Continua a far discutere Mission , il docu-reality che Raiuno dovrebbe trasmetterà il prossimo dicembre in due puntate (il 4 e l'11). Il braccio di ferro iniziato ad agosto. Di che si tratta? L'idea alla base del programma è questa: inviare volti noti nei campi profughi del Sudan e del Congo e farli vivere come volontari, per mostrare la drammatica situazione di chi li abita. Il tutto con l'approvazione dell'Alto Commissariato delle Nazioni Unite per i Rifugiati.
Alcune organizzazioni umanitarie, però, l'hanno presa male. Soprattutto quando hanno iniziato a circolare i nomi dei vip che avrebbero dovuto partecipare al progetto: il cantante Albano Carrisi e le figlie Cristel e Romina Jr, la showgirl Paola Barale, il principe Emanuele Filiberto di Savoia, la giornalista Candida Morvillo e l'attore Francesco Pannofino. La questione è subito rimbalzata alle Camere.
Tra i primi a scendere in campo contro il programma, Gennaro Migliore di Sel, il quale ha bollato Mission come «lesivo della dignità delle persone », e due deputati del Pd che hanno chiesto l'intervento del presidente dalla commissione di Vigilanza Rai Roberto Fico. Il grillino Fico ha prontamente chiesto di visionare il programma e di ricevere in commissione un rendiconto preciso dei rimborsi dati ai vip.
Il direttore di Raiuno Giancarlo Leone se ne è guardato bene, ma ha detto la sua in un'intervista a Prima Comunicazione anticipata ieri da molti siti. Ha difeso il programma: «Raiuno deve aprirsi a temi considerati tabù. Consapevoli che le definizioni hanno un loro senso, abbiamo voluto definire questo programma "social tv"».

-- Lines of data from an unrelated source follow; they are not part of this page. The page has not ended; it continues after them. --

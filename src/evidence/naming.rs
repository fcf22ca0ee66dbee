//! What stands beside a file: the wished id, its name and kind as declared, a note. Names are shown and never a path.

use super::EvidenceError;
use crate::core::documents::Problems;
use crate::core::documents::read_input::is_evidence_id;

/// Letters of a file name that are kept.
const NAME: usize = 200;
/// Letters of a note.
const NOTE: usize = 1_000;
/// What a file is where nothing sensible was declared.
const UNKNOWN: &str = "application/octet-stream";

/// What stands beside a file.
#[derive(Clone, Debug, Default, PartialEq, Eq)]
pub struct Naming {
    /// The wished id; none to have one counted.
    pub id: Option<String>,
    /// Name of the file, as sent.
    pub file_name: String,
    /// Media type, as declared.
    pub media_type: String,
    /// In words, what it is.
    pub note: Option<String>,
}

impl Naming {
    /// The same, fit to be kept.
    ///
    /// # Errors
    /// Everything that is wrong with it, and a file without a byte.
    pub(super) fn checked(self, size: u64) -> Result<Naming, EvidenceError> {
        let mut problems = Problems::default();
        let id = self.id.map(|id| id.trim().to_owned()).filter(|id| !id.is_empty());
        if let Some(id) = &id {
            // "." and ".." are no addresses of anything.
            if !is_evidence_id(id) || id.bytes().all(|b| b == b'.') {
                let detail = "The id is not one that evidence can have.";
                problems.add(
                    "/id",
                    detail,
                    "Use 1 to 64 of A-Z a-z 0-9 . _ and -, or leave it out.",
                );
            }
        }
        let note = self.note.filter(|note| !note.trim().is_empty());
        if let Some(note) = &note {
            if note.chars().count() > NOTE {
                problems.add("/note", "The note is longer than 1000 letters.", "Shorten it.");
            }
            if note
                .chars()
                .any(|c| c.is_control() && !matches!(c, '\n' | '\r' | '\t'))
            {
                problems.add("/note", "The note holds control characters.", "Take them out.");
            }
        }
        if size == 0 {
            problems.add(
                "/file",
                "The file is empty.",
                "Choose the file that backs the figure.",
            );
        }
        if !problems.is_empty() {
            return Err(EvidenceError::Problems(problems));
        }
        Ok(Naming {
            id,
            file_name: name_of(&self.file_name),
            media_type: kind_of(&self.media_type),
            note,
        })
    }
}

/// The last part of a name, without signs that hide what it is: some browsers send whole paths, and marks of direction
/// turn `exe.pdf` about.
pub(super) fn name_of(sent: &str) -> String {
    let last = sent.rsplit(['/', '\\']).next().unwrap_or_default();
    let hides = |c: char| {
        c.is_control()
            || matches!(c, '\u{200b}'..='\u{200f}' | '\u{2028}'..='\u{202e}' | '\u{2060}'..='\u{2069}' | '\u{feff}')
    };
    let clean: String = last
        .chars()
        .map(|c| if hides(c) { '_' } else { c })
        .take(NAME)
        .collect();
    let clean = clean.trim();
    if clean.is_empty() || clean.chars().all(|c| c == '.') {
        "unnamed".to_owned()
    } else {
        clean.to_owned()
    }
}

fn kind_of(declared: &str) -> String {
    let fits = declared.len() <= 100
        && declared.contains('/')
        && declared.bytes().all(|byte| (b' '..=b'~').contains(&byte));
    if fits { declared } else { UNKNOWN }.to_owned()
}

#[cfg(test)]
mod tests {
    use super::*;

    #[test]
    fn a_name_is_no_path_and_hides_nothing() {
        for (sent, kept) in [
            ("bill.pdf", "bill.pdf"),
            ("../../etc/passwd", "passwd"),
            ("C:\\bills\\gas, meter 3.pdf", "gas, meter 3.pdf"),
            ("..", "unnamed"),
            ("bills/", "unnamed"),
            ("", "unnamed"),
            ("a\r\nSet-Cookie: x=1", "a__Set-Cookie: x=1"),
            ("bill\u{202e}fdp.exe", "bill_fdp.exe"),
            ("Rübenschein 小麦.pdf", "Rübenschein 小麦.pdf"),
        ] {
            assert_eq!(name_of(sent), kept);
        }
        assert_eq!(name_of(&"x".repeat(1_000)).len(), 200);
    }

    #[test]
    fn everything_wrong_is_told_at_once() {
        let naming = Naming {
            id: Some("EV 1".into()),
            note: Some("x".repeat(1_001)),
            ..Naming::default()
        };
        let Err(EvidenceError::Problems(problems)) = naming.checked(0) else {
            panic!("refused");
        };
        let pointers: Vec<&str> = problems.list().iter().map(|p| p.pointer.as_str()).collect();
        assert_eq!(pointers, ["/id", "/note", "/file"]);
        let dots = Naming {
            id: Some("..".into()),
            ..Naming::default()
        };
        assert!(dots.checked(1).is_err());
    }

    #[test]
    fn a_kind_that_is_none_is_not_repeated() {
        let kept = |declared: &str| {
            let naming = Naming {
                media_type: declared.into(),
                ..Naming::default()
            };
            naming.checked(1).expect("holds").media_type
        };
        assert_eq!(kept("text/html"), "text/html");
        assert_eq!(kept("\u{1F33E}/x"), UNKNOWN);
        assert_eq!(kept(""), UNKNOWN);
    }
}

Poi ha reso note le cifre che non ha fornito a Fico. I compensi offerti alle star del programma saranno di «settecento euro al giorno come rimborso spese» per il tempo trascorso nei campi. à stato invece più sul vago sulla presenza in studio: verrà contrattualizzata in modo coerente a quelle cifre.
Non bastasse, ha precisato che: «La sola idea che un prodotto della Rai possa essere sottoposto a un'attenzione di soggetti esterni, ancorché autorevoli, come la Commissione di Vigilanza, costituirebbe un precedente sconvolgente nella storia della tivù. Credo che neanche nel dopoguerra, ai tempi della censura del cinema, si arrivasse a tanto».
Una modalità di comunicazione a mezzo stampa che non è piaciuta a Fico. Che del resto per dire la sua usa Facebook: «Ci sono domande specifiche sui compensi di Mission- dice - che la commissione ha posto ed è quindi in commissione che vanno forniti i dati e non solo diffusi attraverso interviste dirette alla stampa ».
Non bastasse: «Il direttore di Rai1 la definisce social tv. Ma non credo che nascondendosi dietro questo nome si azzerino i dubbi riguardo i rischi di spettacolarizzazione del dolore dei rifugiati». E non è affatto detto sia l'ultimo round.